◆ GOAL OF THE EXERCISE
Reproduce exactly the lines below from the one containing "if (other !== delimiter" through the one containing "but the delimiter", including both, and nothing else.

----- MATERIALS PROVIDED -----

/**
 * The data rows of a spectrum table: one pass per line straight from bytes into the columns,
 * with no string made per value (see `number-parse.ts`), checking monotonic x as it goes so that
 * every message names its line; and, only when a row is refused, the diagnosis that words why.
 * Data lines are contiguous; blank lines may follow the data, nothing else.
 */
import { BandwrightError } from '../../errors.js';
import { BYTE, shortText } from '../bytes.js';
import { scanNumber, type NumberSyntax, type ScanCursor } from '../number-parse.js';

const { COMMA, CR, HASH, LF, QUOTE, SEMICOLON, SPACE, TAB } = BYTE;

/**
 * Column buffers kept from one table to the next by the reader that owns them (a batch reads
 * thousands): rows are read into them and, unless the output may be views on them, the result
 * gets exact-size copies, so a table costs one allocation per column instead of a guess, its
 * growth and a trim. Buffers above {@link KEPT_COLUMN_LIMIT} values are not kept.
 */
export interface TableColumns {
  xs: Float64Array<ArrayBuffer>;
  ys: Float64Array<ArrayBuffer>;
  backgrounds: Float64Array<ArrayBuffer>;
}

/** The longest column buffer kept for the next table, in values. */
const KEPT_COLUMN_LIMIT = 1 << 18;

function delimiterName(byte: number): string {
  return byte === TAB ? 'tab' : `'${String.fromCharCode(byte)}'`;
}

/** What the row loop needs; passed explicitly so the hot loop keeps its values in registers. */
export interface RowContext {
  bytes: Uint8Array;
  length: number;
  source: string;
  delimiter: number;
  decimal: number;
  decimalDetected: boolean;
  skipTabs: boolean;
  quotesRequired: boolean;
  columnCount: number;
  names: string[];
  /** Initial length of the output arrays (they double when full, up to maxPoints). */
  capacity: number;
  maxPoints: number;
  syntax: NumberSyntax;
  /** Per column: 0 x, 1 y (or sample), 2 background. */
  roles: number[];
}

function rowFail(
  context: RowContext,
  code: 'PARSE' | 'INVALID_VALUE' | 'NOT_MONOTONIC' | 'LIMIT',
  line: number,
  message: string,
  parameter?: string,
): never {
  const source = context.source;
  throw new BandwrightError(
    code,
    `${source} line ${line}: ${message}`,
    parameter === undefined ? { file: source, line } : { file: source, line, parameter },
  );
}

function fieldEnd(context: RowContext, start: number, end: number): number {
  const { bytes, delimiter } = context;
  let quoted = false;
  for (let i = start; i < end; i++) {
    const c = bytes[i];
    if (c === QUOTE) quoted = !quoted;
    else if (!quoted && c === delimiter) return i;
  }
  return end;
}

function lineEndAt(context: RowContext, from: number): number {
  const { bytes, length } = context;
  let end = bytes.indexOf(LF, from);
  if (end < 0) end = length;
  if (end > from && bytes[end - 1] === CR) end--;
  return end;
}

/** Diagnoses a field that is not a number and throws the most specific message. */
function badField(context: RowContext, line: number, column: number, start: number, lineEnd: number): never {
  const { delimiter, decimal } = context;
  const name = context.names[column] ?? `column ${column + 1}`;
  const stop = fieldEnd(context, start, lineEnd);
  let text = shortText(context.bytes, start, stop).trim();
  if (text.length >= 2 && text.startsWith('"') && text.endsWith('"')) text = text.slice(1, -1);
  if (text === '')
    return rowFail(context, 'PARSE', line, `column ${column + 1} (${name}) is empty, must be a number`, name);
  if (/^[+-]?(nan|inf|infinity)$/i.test(text)) {
    return rowFail(
      context,
      'INVALID_VALUE',
      line,
      `column ${column + 1} (${name}) = ${JSON.stringify(text)}, must be a finite number`,
      name,
    );
  }
  for (const other of [TAB, SEMICOLON, COMMA]) {
    // A stray comma in a tab/semicolon table is a decimal-separator problem, reported below.
    if (other === COMMA && delimiter !== COMMA) continue;
    if (other !== delimiter && other !== decimal && text.includes(String.fromCharCode(other))) {
      return rowFail(
        context,
        'PARSE',
        line,
        `${delimiterName(other)} found in ${JSON.stringify(text)} but the delimiter is ` +
          `${delimiterName(delimiter)}; mixed delimiters`,
        name,
      );
    }
  }
  const commaDelimiterNote =
    delimiter === COMMA
      ? ', or quote every field, since a decimal comma with a comma delimiter is ambiguous'
      : '';
  const detectedNote = context.decimalDetected ? ', detected from commas in the data' : '';
  const hint =
    decimal !== COMMA && text.includes(',')
      ? ` (the decimal separator is '.'; for a decimal comma use ';' or tab as the delimiter${commaDelimiterNote})`
      : decimal === COMMA && text.includes('.')
        ? ` (the decimal separator is ','${detectedNote}; a '.' is not accepted with it, nor is digit grouping)`
        : '';
  return rowFail(
    context,
    'PARSE',
    line,
    `column ${column + 1} (${name}) = ${JSON.stringify(text)}, not a number; must be a decimal such ` +
      `as 2143.5 or 1.2e-3${hint}`,
    name,
  );
}

function grown(array: Float64Array<ArrayBuffer>, capacity: number): Float64Array<ArrayBuffer> {
  if (array.length >= capacity) return array;
  const bigger = new Float64Array(capacity);
  bigger.set(array);
  return bigger;
}

function keep(
  array: Float64Array<ArrayBuffer>,
  previous: Float64Array<ArrayBuffer>,
): Float64Array<ArrayBuffer> {
  return array.length <= KEPT_COLUMN_LIMIT && array.length > previous.length ? array : previous;
}

/**
 * The data rows: one pass per line, numbers scanned up to the buffer's end (a line break is not a
 * digit, so no number runs past its line); the line end is looked for only to explain an error.
 * Checks monotonic x as it goes, so the message names the line.
 *
 * @param context - the table's layout and limits
 * @param start - byte offset of the first data line
 * @param firstLine - its 1-based line number
 * @param columns - buffers to read into; left holding the grown buffers for the next table
 * @returns the point count, the x direction (1 ascending, -1 descending, 0 for one point) and the
 *   columns (views valid until `columns` is used again)
 * @throws BandwrightError `PARSE` (fields, column counts, comments or gaps in the data),
 *   `INVALID_VALUE` (overflow, NaN, infinities), `NOT_MONOTONIC`, `LIMIT`
 */
export function readRows(
  context: RowContext,
  start: number,
  firstLine: number,
  columns: TableColumns,
): { n: number; direction: number; xs: Float64Array; ys: Float64Array; backgrounds: Float64Array } {
  const { bytes, length, delimiter, skipTabs, quotesRequired, columnCount, syntax, roles, maxPoints } =
    context;
  // Capacity is what the rows may fill before growing (never above maxPoints); the reused buffers may be longer.
  let capacity = Math.min(maxPoints, Math.max(context.capacity, columns.xs.length));
  let xs = grown(columns.xs, capacity);
  let ys = grown(columns.ys, capacity);
  let backgrounds = columnCount === 3 ? grown(columns.backgrounds, capacity) : columns.backgrounds;
  const cursor: ScanCursor = { end: 0 };
  const lastColumn = columnCount - 1;
  let n = 0;
  let direction = 0;
  let blankLine = 0;
  let pos = start;
  let lineNumber = firstLine - 1;
  while (pos < length) {
    lineNumber++;
    let p = pos;
    let c = bytes[p] as number;
    while (c === SPACE || (skipTabs && c === TAB)) c = bytes[++p] as number;
    if (p >= length || c === LF || c === CR) {
      const end = lineEndAt(context, pos);
      if (end > p)
        rowFail(context, 'PARSE', lineNumber, 'a carriage return inside the line; lines end with LF or CRLF');
      pos = end < length && bytes[end] === CR ? end + 2 : end + 1;
      if (blankLine === 0) blankLine = lineNumber;
      continue;
    }
    if (blankLine !== 0)
      rowFail(
        context,
        'PARSE',
        lineNumber,
        `data after the blank line ${blankLine}; the data lines of a table must be contiguous`,
      );
    if (c === HASH)
      rowFail(
        context,
        'PARSE',
        lineNumber,
        'comment line inside the data; # comments are allowed only before the data',
      );
    if (n === capacity) {
      if (capacity >= maxPoints)
        rowFail(
          context,
          'LIMIT',
          lineNumber,
          `more than ${maxPoints} data points, the limit (maxPoints; BANDWRIGHT_MAX_POINTS raises it)`,
        );
      capacity = Math.min(maxPoints, capacity * 2);
      xs = grown(xs, capacity);
      ys = grown(ys, capacity);
      if (columnCount === 3) backgrounds = grown(backgrounds, capacity);
    }
    for (let column = 0; column < columnCount; column++) {
      c = bytes[p] as number;
      while (c === SPACE || (skipTabs && c === TAB)) c = bytes[++p] as number;
      const fieldStart = p;
      const quoted = c === QUOTE;
      if (quoted) p++;
      else if (quotesRequired) {
        rowFail(
          context,
          'PARSE',
          lineNumber,
          `column ${column + 1} is not quoted; with a decimal comma and a comma delimiter every ` +
            `field must be quoted ("1234,5","0,25"), otherwise the comma is ambiguous`,
        );
      }
      const value = scanNumber(bytes, p, length, syntax, cursor);
      if (cursor.end === p) badField(context, lineNumber, column, fieldStart, lineEndAt(context, fieldStart));
      p = cursor.end;
      if (quoted) {
        if (bytes[p] !== QUOTE)
          badField(context, lineNumber, column, fieldStart, lineEndAt(context, fieldStart));
        p++;
      }
      c = bytes[p] as number;
      while (c === SPACE || (skipTabs && c === TAB)) c = bytes[++p] as number;
      if (column < lastColumn) {
        if (c !== delimiter) {
          const end = lineEndAt(context, fieldStart);
          if (p >= end)
            rowFail(
              context,
              'PARSE',
              lineNumber,
              `${column + 1} field(s), expected ${columnCount} (${context.names.join(', ')})`,
            );
          badField(context, lineNumber, column, fieldStart, end);
        }
        p++;
      } else {
        if (c === CR && (p + 1 >= length || bytes[p + 1] === LF)) p++;
        if (p < length && bytes[p] !== LF) {
          const end = lineEndAt(context, fieldStart);
          if (p < end && bytes[p] === delimiter) {
            let fields = columnCount;
            for (let k = p; k < end; k = fieldEnd(context, k + 1, end)) fields++;
            const hint =
              context.decimal !== COMMA && delimiter === COMMA
                ? '; if the numbers use a decimal comma, a comma delimiter is ambiguous: ' +
                  'use ; or tab, or quote every field'
                : '';
            rowFail(
              context,
              'PARSE',
              lineNumber,
              `${fields} fields, expected ${columnCount} (${context.names.join(', ')})${hint}`,
            );
          }
          if (p >= end)
            rowFail(
              context,
              'PARSE',
              lineNumber,
              'a carriage return inside the line; lines end with LF or CRLF',
            );
          badField(context, lineNumber, column, fieldStart, end);
        }
      }
      if (value - value !== 0) {
        const name = context.names[column] ?? `column ${column + 1}`;
        rowFail(
          context,
          'INVALID_VALUE',
          lineNumber,
          `column ${column + 1} (${name}) = ` +
            `${JSON.stringify(shortText(bytes, fieldStart, cursor.end).trim())} overflows a ` +
            `double, must be a finite number`,
          name,
        );
      }
      const role = roles[column];
      if (role === 0) xs[n] = value;
      else if (role === 1) ys[n] = value;
      else backgrounds[n] = value;
    }
    pos = p + 1;
    if (n > 0) {
      const step = (xs[n] as number) - (xs[n - 1] as number);
      if (step === 0)
        rowFail(
          context,
          'NOT_MONOTONIC',
          lineNumber,
          `x = ${xs[n]} repeats the previous line's x; duplicate x value`,
          context.names[0],
        );
      const sign = step > 0 ? 1 : -1;
      if (direction === 0) direction = sign;
      else if (sign !== direction) {
        rowFail(
          context,
          'NOT_MONOTONIC',
          lineNumber,
          `x = ${xs[n]} after ${xs[n - 1]} reverses the ` +
            `${direction > 0 ? 'ascending' : 'descending'} order; x values must be strictly ` +
            `increasing or strictly decreasing`,
          context.names[0],
        );
      }
    }
    n++;
  }
  columns.xs = keep(xs, columns.xs);
  columns.ys = keep(ys, columns.ys);
  columns.backgrounds = keep(backgrounds, columns.backgrounds);
  return { n, direction, xs, ys, backgrounds };
}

-----

◆ OUTPUT
    if (other !== delimiter && other !== decimal && text.includes(String.fromCharCode(other))) {
      return rowFail(
        context,
        'PARSE',
        line,
        `${delimiterName(other)} found in ${JSON.stringify(text)} but the delimiter is ` +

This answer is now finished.